— Assigned task —
Count the lines in the data below that include the word "parse", then state the total and nothing besides.

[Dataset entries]
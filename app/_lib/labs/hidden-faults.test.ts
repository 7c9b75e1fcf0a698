import { readFileSync } from "node:fs";
import { describe, expect, it } from "vitest";
import { benchSchema, checkBench, loadBench } from "@/engine";
import { applyHiddenFaults } from "./hidden-faults";

const fernhill = JSON.parse(
  readFileSync("scenarios/benches/fernhill-training-centre.bench.json", "utf8"),
) as {
  links: { device: string; object: number; groupAddress: string }[];
  devices: { id: string; parameters: Record<string, unknown> }[];
};

describe("applyHiddenFaults", () => {
  it("moves a link in place, so a relinked sending address stays the sending one", () => {
    const applied = applyHiddenFaults(fernhill, [
      { kind: "relink", device: "pb-door", object: 0, from: "1/0/1", to: "1/0/2" },
    ]);
    expect(applied.ok).toBe(true);
    if (!applied.ok) return;
    const links = (applied.value as typeof fernhill).links;
    const door = links.filter((l) => l.device === "pb-door" && l.object === 0);
    // Bench format: the first link of an object is its sending address (bench-schema.ts).
    expect(door[0]!.groupAddress).toBe("1/0/2");
    expect(loadBench(applied.value).ok).toBe(true);
    // The source document is untouched.
    expect(fernhill.links.find((l) => l.device === "pb-door")!.groupAddress).toBe("1/0/1");
  });

  it("removes a link and changes a parameter", () => {
    const applied = applyHiddenFaults(fernhill, [
      { kind: "unlink", device: "act-lab", object: 1, groupAddress: "1/1/1" },
      { kind: "set-parameter", device: "wc-front", parameter: "role", value: "primary" },
    ]);
    expect(applied.ok).toBe(true);
    if (!applied.ok) return;
    const bench = applied.value as typeof fernhill;
    expect(bench.links.some((l) => l.device === "act-lab" && l.object === 1)).toBe(false);
    expect(bench.devices.find((d) => d.id === "wc-front")!.parameters.role).toBe("primary");
  });

  it("names the field of a fault that does not fit the bench", () => {
    expect(
      applyHiddenFaults(fernhill, [
        { kind: "relink", device: "pb-door", object: 0, from: "3/0/1", to: "1/0/2" },
      ]),
    ).toMatchObject({ ok: false, error: { index: 0, field: "from" } });
    expect(
      applyHiddenFaults(fernhill, [
        { kind: "relink", device: "pb-door", object: 0, from: "1/0/1", to: "9/0/9" },
      ]),
    ).toMatchObject({ ok: false, error: { field: "to" } });
    expect(
      applyHiddenFaults(fernhill, [
        { kind: "unlink", device: "nobody", object: 0, groupAddress: "1/0/1" },
      ]),
    ).toMatchObject({ ok: false, error: { field: "device" } });
  });
});

const hotel = JSON.parse(readFileSync("scenarios/benches/wrenhallow-hotel.bench.json", "utf8")) as {
  devices: { id: string; parameters: Record<string, unknown> }[];
};
const couplerParameters = (bench: unknown, id: string) =>
  (bench as typeof hotel).devices.find((d) => d.id === id)!.parameters;

describe("a stale filter table hidden in a lab", () => {
  it("stores the coupler's generated table without the address, so the coupler blocks it", () => {
    const applied = applyHiddenFaults(hotel, [
      { kind: "stale-filter-table", coupler: "lc-floor-2", groupAddress: "4/0/1" },
    ]);
    expect(applied.ok).toBe(true);
    if (!applied.ok) return;
    const table = couplerParameters(applied.value, "lc-floor-2").filterTable as string[];
    // The floor's other crossing address stays: only the one entry goes stale.
    expect(table).toContain("4/1/1");
    expect(table).not.toContain("4/0/1");
    // The other floors keep tables generated from the links (nothing stored).
    expect(couplerParameters(applied.value, "lc-floor-1").filterTable).toBeUndefined();
    expect(couplerParameters(hotel, "lc-floor-2").filterTable).toBeUndefined();
    // The bench still loads, and its checks name the coupler and the missing entry.
    expect(loadBench(applied.value).ok).toBe(true);
    const blocked = checkBench(benchSchema.parse(applied.value)).filter(
      (f) => f.rule === "topology.filter-blocks",
    );
    expect(blocked.map((f) => f.message).join("\n")).toMatch(/4\/0\/1/);
    expect(blocked.map((f) => f.message).join("\n")).toMatch(/lc-floor-2|Floor 2 line coupler/);
  });

  it("removes the address from a table the bench already stores", () => {
    const first = applyHiddenFaults(hotel, [
      { kind: "stale-filter-table", coupler: "lc-floor-3", groupAddress: "4/0/1" },
    ]);
    if (!first.ok) throw new Error(first.error.message);
    const second = applyHiddenFaults(first.value, [
      { kind: "stale-filter-table", coupler: "lc-floor-3", groupAddress: "4/1/1" },
    ]);
    if (!second.ok) throw new Error(second.error.message);
    expect(couplerParameters(second.value, "lc-floor-3").filterTable).toEqual([]);
  });

  it("names the field when the fault does not fit the bench", () => {
    // 2/0/1 stays on floor 2 (push-button and actuator on one line): no coupler passes it.
    expect(
      applyHiddenFaults(hotel, [
        { kind: "stale-filter-table", coupler: "lc-floor-2", groupAddress: "2/0/1" },
      ]),
    ).toMatchObject({ ok: false, error: { index: 0, field: "groupAddress" } });
    expect(
      applyHiddenFaults(hotel, [
        { kind: "stale-filter-table", coupler: "pb-central", groupAddress: "4/0/1" },
      ]),
    ).toMatchObject({ ok: false, error: { field: "coupler" } });
    expect(
      applyHiddenFaults(hotel, [
        { kind: "stale-filter-table", coupler: "lc-floor-2", groupAddress: "not an address" },
      ]),
    ).toMatchObject({ ok: false, error: { field: "groupAddress" } });
  });
});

— Worked solution —
3